PROMPT |
Look through the records below, and copy out every line that holds the string "false".

MATERIAL FOR THE TASK below:

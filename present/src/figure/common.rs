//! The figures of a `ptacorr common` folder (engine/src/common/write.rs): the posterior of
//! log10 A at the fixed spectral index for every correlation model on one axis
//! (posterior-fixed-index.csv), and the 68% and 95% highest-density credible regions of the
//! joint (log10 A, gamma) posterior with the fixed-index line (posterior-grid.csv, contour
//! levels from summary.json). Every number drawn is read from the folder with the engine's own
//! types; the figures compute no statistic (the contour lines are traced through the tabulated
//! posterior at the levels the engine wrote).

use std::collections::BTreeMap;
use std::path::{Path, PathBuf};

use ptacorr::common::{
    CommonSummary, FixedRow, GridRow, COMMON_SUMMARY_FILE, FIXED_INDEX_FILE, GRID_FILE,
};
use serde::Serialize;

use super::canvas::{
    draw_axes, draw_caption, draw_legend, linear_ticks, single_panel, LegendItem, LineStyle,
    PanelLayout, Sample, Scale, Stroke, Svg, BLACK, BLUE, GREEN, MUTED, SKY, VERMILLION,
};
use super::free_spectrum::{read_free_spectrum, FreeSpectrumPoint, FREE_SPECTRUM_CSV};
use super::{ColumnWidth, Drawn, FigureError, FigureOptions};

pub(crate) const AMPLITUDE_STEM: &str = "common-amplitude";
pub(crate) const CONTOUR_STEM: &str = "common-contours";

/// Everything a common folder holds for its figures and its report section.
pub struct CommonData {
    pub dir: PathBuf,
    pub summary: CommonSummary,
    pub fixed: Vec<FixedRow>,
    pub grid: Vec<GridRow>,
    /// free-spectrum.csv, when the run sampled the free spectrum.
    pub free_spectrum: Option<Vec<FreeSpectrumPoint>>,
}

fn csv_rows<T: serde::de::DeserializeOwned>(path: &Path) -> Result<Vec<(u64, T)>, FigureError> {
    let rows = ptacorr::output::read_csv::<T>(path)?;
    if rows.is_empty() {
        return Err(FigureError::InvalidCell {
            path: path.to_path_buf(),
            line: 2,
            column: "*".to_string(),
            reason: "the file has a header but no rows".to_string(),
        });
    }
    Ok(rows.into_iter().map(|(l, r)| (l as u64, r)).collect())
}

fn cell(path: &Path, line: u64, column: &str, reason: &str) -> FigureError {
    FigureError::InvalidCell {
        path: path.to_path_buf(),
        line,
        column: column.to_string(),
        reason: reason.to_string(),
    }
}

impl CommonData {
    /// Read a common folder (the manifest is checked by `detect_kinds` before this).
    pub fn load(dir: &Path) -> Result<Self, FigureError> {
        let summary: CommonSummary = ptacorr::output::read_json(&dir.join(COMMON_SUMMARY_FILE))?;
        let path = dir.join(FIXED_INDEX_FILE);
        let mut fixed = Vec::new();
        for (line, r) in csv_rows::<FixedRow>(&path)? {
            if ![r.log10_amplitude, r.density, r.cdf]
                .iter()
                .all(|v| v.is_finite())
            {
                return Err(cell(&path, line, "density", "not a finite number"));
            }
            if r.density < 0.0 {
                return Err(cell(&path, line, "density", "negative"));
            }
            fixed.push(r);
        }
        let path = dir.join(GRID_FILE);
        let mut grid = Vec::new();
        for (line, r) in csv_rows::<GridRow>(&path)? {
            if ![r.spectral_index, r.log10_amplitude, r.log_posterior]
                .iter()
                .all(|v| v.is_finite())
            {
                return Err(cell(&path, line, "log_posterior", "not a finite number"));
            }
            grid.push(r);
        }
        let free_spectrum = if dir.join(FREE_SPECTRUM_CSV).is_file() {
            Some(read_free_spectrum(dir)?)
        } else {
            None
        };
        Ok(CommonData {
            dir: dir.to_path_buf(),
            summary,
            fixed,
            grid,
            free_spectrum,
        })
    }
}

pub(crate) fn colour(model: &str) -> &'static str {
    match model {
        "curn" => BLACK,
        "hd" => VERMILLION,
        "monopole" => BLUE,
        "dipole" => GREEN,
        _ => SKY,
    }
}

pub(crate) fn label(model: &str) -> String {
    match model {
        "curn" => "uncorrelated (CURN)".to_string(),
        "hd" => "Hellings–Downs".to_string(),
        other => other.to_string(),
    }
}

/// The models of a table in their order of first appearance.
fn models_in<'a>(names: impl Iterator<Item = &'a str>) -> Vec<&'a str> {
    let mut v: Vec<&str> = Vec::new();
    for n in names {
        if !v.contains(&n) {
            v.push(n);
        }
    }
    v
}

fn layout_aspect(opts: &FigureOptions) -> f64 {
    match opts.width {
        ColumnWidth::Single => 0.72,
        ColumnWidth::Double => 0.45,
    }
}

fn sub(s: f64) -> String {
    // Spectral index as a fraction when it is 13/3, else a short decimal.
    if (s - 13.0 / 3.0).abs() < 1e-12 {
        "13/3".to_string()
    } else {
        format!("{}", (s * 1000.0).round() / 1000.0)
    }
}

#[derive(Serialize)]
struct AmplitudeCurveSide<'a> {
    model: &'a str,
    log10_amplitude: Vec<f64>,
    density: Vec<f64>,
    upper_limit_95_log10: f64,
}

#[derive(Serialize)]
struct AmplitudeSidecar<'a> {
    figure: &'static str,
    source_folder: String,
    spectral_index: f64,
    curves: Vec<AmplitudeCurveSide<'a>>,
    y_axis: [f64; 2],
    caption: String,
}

End of MATERIAL FOR THE TASK.
MATERIAL FOR THE TASK below:

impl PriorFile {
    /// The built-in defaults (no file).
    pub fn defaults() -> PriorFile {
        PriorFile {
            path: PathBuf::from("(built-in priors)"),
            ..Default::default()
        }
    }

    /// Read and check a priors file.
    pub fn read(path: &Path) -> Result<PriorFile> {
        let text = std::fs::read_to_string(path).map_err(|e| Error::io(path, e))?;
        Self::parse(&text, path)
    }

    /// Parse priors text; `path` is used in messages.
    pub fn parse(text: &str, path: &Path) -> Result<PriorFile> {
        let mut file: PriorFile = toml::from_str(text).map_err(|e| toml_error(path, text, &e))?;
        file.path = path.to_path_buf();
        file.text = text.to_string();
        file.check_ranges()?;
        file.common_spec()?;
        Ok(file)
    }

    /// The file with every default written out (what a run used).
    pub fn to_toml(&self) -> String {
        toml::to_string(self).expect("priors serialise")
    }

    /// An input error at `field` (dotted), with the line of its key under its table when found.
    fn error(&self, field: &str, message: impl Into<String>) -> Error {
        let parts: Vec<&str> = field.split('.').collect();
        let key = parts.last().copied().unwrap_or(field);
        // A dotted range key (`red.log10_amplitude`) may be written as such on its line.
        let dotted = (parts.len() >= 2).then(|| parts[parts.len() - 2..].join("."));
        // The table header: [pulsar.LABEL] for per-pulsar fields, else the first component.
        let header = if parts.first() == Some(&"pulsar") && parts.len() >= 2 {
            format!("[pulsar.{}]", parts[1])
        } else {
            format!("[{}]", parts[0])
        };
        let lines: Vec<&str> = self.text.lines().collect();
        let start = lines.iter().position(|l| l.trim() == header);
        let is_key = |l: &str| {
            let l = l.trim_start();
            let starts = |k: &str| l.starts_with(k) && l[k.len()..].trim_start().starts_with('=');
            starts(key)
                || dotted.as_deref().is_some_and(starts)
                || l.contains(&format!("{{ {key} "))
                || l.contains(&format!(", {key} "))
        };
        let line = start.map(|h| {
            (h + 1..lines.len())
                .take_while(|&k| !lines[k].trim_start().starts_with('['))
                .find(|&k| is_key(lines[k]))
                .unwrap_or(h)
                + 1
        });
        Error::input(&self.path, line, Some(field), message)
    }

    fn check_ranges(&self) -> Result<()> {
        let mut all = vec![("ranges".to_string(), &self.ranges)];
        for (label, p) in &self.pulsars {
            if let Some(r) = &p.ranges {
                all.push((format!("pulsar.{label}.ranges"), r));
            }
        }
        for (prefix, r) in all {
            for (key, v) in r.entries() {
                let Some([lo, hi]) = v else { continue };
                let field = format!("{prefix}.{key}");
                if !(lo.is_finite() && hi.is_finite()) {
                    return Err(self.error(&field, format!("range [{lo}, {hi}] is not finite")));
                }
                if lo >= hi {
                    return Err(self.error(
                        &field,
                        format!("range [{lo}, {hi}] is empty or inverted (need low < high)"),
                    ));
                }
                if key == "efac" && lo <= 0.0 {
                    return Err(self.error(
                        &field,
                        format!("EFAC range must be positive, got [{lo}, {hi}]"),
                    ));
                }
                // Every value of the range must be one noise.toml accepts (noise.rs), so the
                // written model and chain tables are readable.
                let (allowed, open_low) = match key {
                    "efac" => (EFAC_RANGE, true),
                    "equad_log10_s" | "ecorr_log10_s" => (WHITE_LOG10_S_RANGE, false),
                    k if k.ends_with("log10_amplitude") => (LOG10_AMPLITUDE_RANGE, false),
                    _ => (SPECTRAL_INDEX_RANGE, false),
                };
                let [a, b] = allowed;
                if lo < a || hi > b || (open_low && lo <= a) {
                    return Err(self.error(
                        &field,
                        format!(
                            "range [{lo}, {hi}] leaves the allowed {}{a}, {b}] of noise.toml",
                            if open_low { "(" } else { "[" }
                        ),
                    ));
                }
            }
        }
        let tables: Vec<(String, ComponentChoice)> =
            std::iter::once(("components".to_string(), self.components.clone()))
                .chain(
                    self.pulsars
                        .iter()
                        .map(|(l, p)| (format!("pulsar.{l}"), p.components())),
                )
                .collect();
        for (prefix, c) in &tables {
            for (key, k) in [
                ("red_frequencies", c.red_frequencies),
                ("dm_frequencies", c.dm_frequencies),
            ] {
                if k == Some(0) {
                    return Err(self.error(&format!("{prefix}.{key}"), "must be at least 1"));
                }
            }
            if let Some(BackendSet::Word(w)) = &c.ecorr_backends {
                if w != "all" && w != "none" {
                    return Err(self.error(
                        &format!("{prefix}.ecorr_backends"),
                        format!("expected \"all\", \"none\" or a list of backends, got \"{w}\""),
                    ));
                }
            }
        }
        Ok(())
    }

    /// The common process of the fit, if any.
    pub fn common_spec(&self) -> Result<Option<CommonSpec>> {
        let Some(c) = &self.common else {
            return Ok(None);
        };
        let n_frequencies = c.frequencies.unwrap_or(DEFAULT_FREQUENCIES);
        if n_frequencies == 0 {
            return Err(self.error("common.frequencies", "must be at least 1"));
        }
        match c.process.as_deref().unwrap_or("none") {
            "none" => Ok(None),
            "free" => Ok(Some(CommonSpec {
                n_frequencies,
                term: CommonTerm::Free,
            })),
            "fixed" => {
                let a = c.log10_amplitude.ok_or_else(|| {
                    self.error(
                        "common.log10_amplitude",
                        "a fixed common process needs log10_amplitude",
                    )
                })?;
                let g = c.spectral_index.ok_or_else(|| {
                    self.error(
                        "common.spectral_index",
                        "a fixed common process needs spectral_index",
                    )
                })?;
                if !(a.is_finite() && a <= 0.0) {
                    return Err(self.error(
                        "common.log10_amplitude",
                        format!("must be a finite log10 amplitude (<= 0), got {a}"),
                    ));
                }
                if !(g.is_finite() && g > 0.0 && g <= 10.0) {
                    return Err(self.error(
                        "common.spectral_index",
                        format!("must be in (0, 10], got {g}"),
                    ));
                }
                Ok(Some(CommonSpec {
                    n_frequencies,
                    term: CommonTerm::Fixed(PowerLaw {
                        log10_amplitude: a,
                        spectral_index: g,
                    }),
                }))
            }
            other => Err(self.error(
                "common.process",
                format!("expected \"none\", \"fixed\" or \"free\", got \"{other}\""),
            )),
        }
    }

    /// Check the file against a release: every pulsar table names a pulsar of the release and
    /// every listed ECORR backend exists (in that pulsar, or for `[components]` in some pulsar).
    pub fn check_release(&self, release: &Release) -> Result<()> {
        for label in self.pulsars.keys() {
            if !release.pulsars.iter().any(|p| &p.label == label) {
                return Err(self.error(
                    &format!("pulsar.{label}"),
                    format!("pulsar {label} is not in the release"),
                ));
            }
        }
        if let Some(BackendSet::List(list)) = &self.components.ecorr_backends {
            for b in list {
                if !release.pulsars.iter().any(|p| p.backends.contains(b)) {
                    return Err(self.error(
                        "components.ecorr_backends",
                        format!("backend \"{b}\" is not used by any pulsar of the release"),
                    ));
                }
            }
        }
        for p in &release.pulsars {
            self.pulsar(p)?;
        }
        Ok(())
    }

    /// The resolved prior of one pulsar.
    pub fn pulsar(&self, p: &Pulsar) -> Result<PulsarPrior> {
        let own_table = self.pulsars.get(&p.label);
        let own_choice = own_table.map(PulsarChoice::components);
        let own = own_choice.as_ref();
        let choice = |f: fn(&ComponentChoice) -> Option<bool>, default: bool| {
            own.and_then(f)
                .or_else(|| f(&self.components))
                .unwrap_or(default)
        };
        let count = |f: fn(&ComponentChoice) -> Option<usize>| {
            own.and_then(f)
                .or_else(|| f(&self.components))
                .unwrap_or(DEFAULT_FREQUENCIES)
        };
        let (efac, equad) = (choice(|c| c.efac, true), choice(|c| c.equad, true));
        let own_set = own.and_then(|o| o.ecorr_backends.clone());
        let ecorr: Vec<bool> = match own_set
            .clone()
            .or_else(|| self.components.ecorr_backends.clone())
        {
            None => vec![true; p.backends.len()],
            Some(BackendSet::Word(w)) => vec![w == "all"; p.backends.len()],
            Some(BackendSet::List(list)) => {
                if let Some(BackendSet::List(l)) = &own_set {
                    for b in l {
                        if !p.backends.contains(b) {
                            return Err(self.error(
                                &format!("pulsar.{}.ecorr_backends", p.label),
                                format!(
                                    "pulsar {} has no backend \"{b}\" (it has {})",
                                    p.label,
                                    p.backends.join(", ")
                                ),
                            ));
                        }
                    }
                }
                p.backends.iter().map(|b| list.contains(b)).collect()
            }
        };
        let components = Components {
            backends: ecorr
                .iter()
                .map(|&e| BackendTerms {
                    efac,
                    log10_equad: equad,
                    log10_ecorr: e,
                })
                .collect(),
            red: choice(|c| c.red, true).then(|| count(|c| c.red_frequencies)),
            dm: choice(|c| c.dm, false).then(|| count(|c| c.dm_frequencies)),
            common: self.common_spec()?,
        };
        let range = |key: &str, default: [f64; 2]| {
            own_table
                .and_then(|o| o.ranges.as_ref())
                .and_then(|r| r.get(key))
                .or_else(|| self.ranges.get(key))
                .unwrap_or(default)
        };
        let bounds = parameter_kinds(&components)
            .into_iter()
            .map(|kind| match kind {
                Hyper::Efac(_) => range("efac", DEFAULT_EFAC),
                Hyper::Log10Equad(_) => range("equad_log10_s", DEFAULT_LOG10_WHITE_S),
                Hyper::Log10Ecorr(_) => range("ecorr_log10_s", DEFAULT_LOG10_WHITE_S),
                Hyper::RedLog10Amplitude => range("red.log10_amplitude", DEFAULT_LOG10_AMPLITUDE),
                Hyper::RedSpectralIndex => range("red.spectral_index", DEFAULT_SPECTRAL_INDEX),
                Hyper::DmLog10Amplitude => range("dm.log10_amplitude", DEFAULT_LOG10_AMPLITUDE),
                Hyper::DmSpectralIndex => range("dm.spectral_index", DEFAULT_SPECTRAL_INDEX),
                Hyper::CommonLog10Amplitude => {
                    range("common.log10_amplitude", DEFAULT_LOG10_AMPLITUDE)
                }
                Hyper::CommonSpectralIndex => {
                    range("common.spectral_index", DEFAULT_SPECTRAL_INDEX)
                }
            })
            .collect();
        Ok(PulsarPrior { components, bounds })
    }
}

End of MATERIAL FOR THE TASK.

TASK OUTPUT |
                    "equad_log10_s" | "ecorr_log10_s" => (WHITE_LOG10_S_RANGE, false),
                    k if k.ends_with("log10_amplitude") => (LOG10_AMPLITUDE_RANGE, false),
                    _ => (SPECTRAL_INDEX_RANGE, false),
            dm: choice(|c| c.dm, false).then(|| count(|c| c.dm_frequencies)),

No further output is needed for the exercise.